In real applications, local data stored across devices are usually heterogeneous. The data may be distributed in a non-independently and identically distributed (e.g., non-IID) manner across multiple devices. In addition, some users may probably produce significantly more or less data than others. Moreover, the number of edge device owners may be significantly larger than the average number of training samples on each device. The problem of data heterogeneity deteriorates the performance of the global FL model on individual clients due to the lack of solution personalization. The global model shared across clients will not generalize well on a local distribution that is very different from the global distribution. To tackle this issue, researchers focus on Personalized Federated Learning (PFL), which aims to make the global model fit the distributions on most of the devices.

The conventional PFL approaches first learn a global model and then locally adapt it to each client by fine-tuning the global parameters. In this case, the trained global model can be regarded as a meta-model ready for further personalization of each local client. In order to build a better meta-model, many efforts have been made to bridge the FL and the Model Agnostic Meta Learning (MAML). However, the global generalization error usually does not decrease much for these approaches. Thus, the performance cannot be significantly improved. Another line of research focuses on jointly training a global model and a local model for each client to achieve personalization. This strategy does not perform well on the clients whose local distributions are far from their average. Cluster-based PFL approaches address this issue by grouping the clients into several clusters. The clients in a cluster share the same model while those belonging to different clusters have different models. Unfortunately, the model trained in one cluster will not benefit from the knowledge of the clients in other clusters, which limits the capability to share knowledge, and, therefore, results in a sub-optimal solution.
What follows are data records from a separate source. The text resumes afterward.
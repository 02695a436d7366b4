// "Copy link" beside each client link: one click puts the link on the clipboard.
// The buttons are hidden until this script runs (without it, the field is still selectable).
function say(id, text) {
  const status = document.querySelector(`[data-copy-status='${id}']`);
  if (status) status.textContent = text;
}

async function copy(id) {
  const field = document.getElementById(id);
  if (!field) return;
  try {
    await navigator.clipboard.writeText(field.value);
    say(id, "Copied.");
  } catch {
    // Without clipboard permission: select the text so Ctrl+C (or a long press) copies it.
    field.focus();
    field.select();
    say(id, "Selected: press Ctrl+C to copy.");
  }
}

for (const button of document.querySelectorAll(".copy-button")) {
  button.hidden = false;
  button.addEventListener("click", () => copy(button.dataset.copyTarget));
}
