"""Reports survive what one file can do to them: extreme shapes, a missing array, a photo
that declares a billion pixels. The render finishes, says which thermogram it left out and
why, and one picture's size never depends on its file's shape."""

import struct
import zlib
from pathlib import Path

import numpy as np
from django.core.files.base import ContentFile

from reports.models import Report, ReportVersion
from reports.pictures import (
    THERMOGRAM_MAX_HEIGHT_MM,
    THERMOGRAM_WIDTH_MM,
    mm_to_px,
    thermogram_picture,
)
from reports.rendering import report_render
from survey.services.marks import mark_add
from tests.factories import make_thermogram
from tests.reports.helpers import flat, pdf_text


def _version(survey) -> ReportVersion:
    report = Report.objects.create(organization=survey.organization, survey=survey, number="R-H1")
    return ReportVersion.objects.create(report=report, version=1, is_draft=True)


def strip(width: int, height: int) -> np.ndarray:
    """A strip warming from 10 °C at one end to 30 °C at the other (invented)."""
    ramp = np.linspace(10.0, 30.0, max(width, height), dtype=np.float32)
    return (ramp[None, :] if width > height else ramp[:, None]) * np.ones(
        (height, width), np.float32
    )


def test_it_draws_a_very_wide_and_a_very_tall_thermogram_within_the_page(envelope_survey):
    """2 × 4000 and 4000 × 2: each picture is exactly as wide as any other and no taller
    than the limit; the report renders."""
    wide = make_thermogram(envelope_survey, strip(4000, 2), title="Pipe run")
    tall = make_thermogram(envelope_survey, strip(2, 4000), title="Downpipe")
    mark_add(thermogram=wide, kind="line", points=[[0, 0], [3999, 1]], user=None)
    mark_add(thermogram=tall, kind="point", points=[[1, 2000]], user=None)
    width, height = mm_to_px(THERMOGRAM_WIDTH_MM), mm_to_px(THERMOGRAM_MAX_HEIGHT_MM)
    for thermogram in (wide, tall):
        picture, _span = thermogram_picture(thermogram, width)
        assert picture.width == width and picture.height <= height
    version = _version(envelope_survey)
    assert report_render(version.pk)
    version.refresh_from_db()
    assert version.status == "ready" and version.notes == ""
    text = flat(pdf_text(Path(version.pdf.path).read_bytes()))
    assert "Pipe run" in text and "Downpipe" in text


def png_declaring(width: int, height: int) -> bytes:
    """A PNG whose header declares width × height pixels, with one tiny compressed row."""

    def chunk(kind: bytes, data: bytes) -> bytes:
        body = kind + data
        return struct.pack(">I", len(data)) + body + struct.pack(">I", zlib.crc32(body))

    header = struct.pack(">IIBBBBB", width, height, 8, 2, 0, 0, 0)
    return (
        b"\x89PNG\r\n\x1a\n"
        + chunk(b"IHDR", header)
        + chunk(b"IDAT", zlib.compress(b"\x00" * 64))
        + chunk(b"IEND", b"")
    )


def test_it_finishes_a_report_and_names_what_it_could_not_draw(envelope_survey):
    """A thermogram whose array is gone and a photo declaring 30000 × 30000 pixels are left
    out with the reason; every other thermogram is drawn and the render finishes."""
    sound = make_thermogram(envelope_survey, title="East wall")
    lost = make_thermogram(envelope_survey, strip(40, 30), title="Gable end")
    bomb = make_thermogram(envelope_survey, strip(30, 40), title="Chimney breast")
    bomb.photo.save("bomb.png", ContentFile(png_declaring(30000, 30000)))
    for thermogram in (sound, lost, bomb):
        mark_add(thermogram=thermogram, kind="point", points=[[5, 5]], user=None)
    Path(lost.array.path).unlink()
    version = _version(envelope_survey)
    assert report_render(version.pk)
    version.refresh_from_db()
    assert version.status == "ready", version.error
    assert "2. Gable end" in version.notes and "temperature array" in version.notes
    assert "3. Chimney breast" in version.notes and "photo" in version.notes
    text = flat(pdf_text(Path(version.pdf.path).read_bytes()))
    assert "East wall" in text and "Chimney breast" in text
    assert "The picture of this thermogram could not be included" in text
    # The internal reason stays on the app's page, not in the client's PDF.
    assert "re-process" not in text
An alternative strategy is to adopt the Multi-Task Learning (MTL) framework to train a PFL model. However, some efforts are restricted to solve a convex objective due to the multi-task penalty. They are usually transformed into a dual problem to get a closed-form solution during the updating. Other MTL-based approaches are flexible to modern deep models and can be personalized to each client.

However, most existing efforts do not consider the difference in conditional distribution between clients, which is an important problem when building a federated model. For example, labels sometimes reflect sentiment. Some users may label a laptop as cheap while others may label the laptop as expensive. This conditional distribution heterogeneity problem will cause model inaccuracies on some clients where the p(y|x) is far from the average. To address the problem, recent works have assumed the data distribution of each client is a mixture of M underlying distributions and a flexible framework was proposed in which each client learns a combination of M shared components with different weights. It optimizes the varying conditional distribution pi(y|x) under the assumption that the marginal distribution pi(x)=p(x) is the same for all clients. This assumption, however, is problematic. For instance, in handwriting recognition, users who write the same words might still have different stroke widths, slants, etc. In this cases, pi(x)≠pj(x) for client i and j.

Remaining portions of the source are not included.